■ What you have to do
From the entries below, copy each line in which the word "panel" occurs.

■ Supplied records

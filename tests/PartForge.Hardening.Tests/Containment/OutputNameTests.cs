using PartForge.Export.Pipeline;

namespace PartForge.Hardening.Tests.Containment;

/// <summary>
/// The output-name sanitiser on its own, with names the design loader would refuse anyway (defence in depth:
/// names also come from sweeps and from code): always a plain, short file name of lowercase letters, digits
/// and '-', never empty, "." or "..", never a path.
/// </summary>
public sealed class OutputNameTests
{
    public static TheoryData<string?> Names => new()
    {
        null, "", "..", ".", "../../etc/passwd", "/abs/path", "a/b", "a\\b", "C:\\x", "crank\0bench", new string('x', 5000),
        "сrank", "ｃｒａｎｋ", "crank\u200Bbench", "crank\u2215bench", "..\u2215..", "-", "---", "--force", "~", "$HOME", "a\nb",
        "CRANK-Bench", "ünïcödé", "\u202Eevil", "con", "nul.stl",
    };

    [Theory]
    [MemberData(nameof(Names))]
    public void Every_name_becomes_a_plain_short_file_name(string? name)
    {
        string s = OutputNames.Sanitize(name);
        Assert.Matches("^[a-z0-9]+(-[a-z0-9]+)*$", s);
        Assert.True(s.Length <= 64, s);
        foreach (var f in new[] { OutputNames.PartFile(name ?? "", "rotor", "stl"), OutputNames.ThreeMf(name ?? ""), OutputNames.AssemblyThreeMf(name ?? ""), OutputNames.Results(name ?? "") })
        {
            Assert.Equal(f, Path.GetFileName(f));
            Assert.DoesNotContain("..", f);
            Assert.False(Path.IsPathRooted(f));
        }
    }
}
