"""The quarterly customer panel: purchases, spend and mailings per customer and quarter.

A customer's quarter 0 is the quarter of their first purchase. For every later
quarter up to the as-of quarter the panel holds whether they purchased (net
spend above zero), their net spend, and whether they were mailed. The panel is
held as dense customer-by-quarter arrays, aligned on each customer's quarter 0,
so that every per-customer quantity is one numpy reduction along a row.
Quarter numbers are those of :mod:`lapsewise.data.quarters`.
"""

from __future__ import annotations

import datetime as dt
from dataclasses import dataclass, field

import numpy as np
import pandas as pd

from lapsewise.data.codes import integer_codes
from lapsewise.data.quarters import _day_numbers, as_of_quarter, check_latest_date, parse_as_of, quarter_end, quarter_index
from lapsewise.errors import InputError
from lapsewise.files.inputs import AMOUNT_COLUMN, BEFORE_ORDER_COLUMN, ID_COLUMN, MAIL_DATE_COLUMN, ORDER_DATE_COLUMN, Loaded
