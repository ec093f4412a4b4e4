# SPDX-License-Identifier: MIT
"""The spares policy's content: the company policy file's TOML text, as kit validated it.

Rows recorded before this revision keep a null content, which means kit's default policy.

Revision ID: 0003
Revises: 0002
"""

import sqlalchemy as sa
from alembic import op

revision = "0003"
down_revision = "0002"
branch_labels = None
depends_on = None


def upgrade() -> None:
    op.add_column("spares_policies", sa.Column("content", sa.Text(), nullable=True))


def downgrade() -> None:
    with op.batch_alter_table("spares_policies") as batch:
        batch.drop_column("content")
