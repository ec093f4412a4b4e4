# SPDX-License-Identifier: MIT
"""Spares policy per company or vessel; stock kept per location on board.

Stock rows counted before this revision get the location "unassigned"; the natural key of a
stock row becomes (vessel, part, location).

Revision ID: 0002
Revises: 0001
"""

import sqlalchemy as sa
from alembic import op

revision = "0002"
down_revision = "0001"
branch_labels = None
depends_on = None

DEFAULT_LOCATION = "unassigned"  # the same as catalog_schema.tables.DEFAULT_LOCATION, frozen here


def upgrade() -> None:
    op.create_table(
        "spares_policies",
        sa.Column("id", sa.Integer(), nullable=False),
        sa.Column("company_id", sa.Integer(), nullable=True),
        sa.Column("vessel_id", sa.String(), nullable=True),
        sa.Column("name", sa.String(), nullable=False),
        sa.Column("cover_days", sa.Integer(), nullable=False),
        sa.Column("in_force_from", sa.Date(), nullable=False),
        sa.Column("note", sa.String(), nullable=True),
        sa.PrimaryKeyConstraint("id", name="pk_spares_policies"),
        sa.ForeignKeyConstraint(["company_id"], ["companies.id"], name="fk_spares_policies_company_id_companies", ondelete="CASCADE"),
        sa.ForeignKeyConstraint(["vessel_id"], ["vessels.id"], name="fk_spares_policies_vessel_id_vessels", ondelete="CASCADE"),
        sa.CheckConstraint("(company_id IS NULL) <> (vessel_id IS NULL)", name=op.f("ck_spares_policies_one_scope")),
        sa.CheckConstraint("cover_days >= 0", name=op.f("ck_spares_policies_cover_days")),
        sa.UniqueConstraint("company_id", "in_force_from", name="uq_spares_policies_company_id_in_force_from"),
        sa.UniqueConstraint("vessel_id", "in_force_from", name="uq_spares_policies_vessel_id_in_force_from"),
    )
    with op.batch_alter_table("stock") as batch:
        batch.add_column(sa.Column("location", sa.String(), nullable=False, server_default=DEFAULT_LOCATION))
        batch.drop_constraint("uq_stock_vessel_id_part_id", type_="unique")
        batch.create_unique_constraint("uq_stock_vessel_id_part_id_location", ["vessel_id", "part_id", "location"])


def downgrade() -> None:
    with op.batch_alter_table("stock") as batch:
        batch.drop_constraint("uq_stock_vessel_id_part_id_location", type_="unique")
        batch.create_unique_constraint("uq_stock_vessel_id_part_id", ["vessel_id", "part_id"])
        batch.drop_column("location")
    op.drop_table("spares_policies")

■ Answer area
"""The quarterly customer panel: purchases, spend and mailings per customer and quarter.
quarter up to the as-of quarter the panel holds whether they purchased (net
spend above zero), their net spend, and whether they were mailed. The panel is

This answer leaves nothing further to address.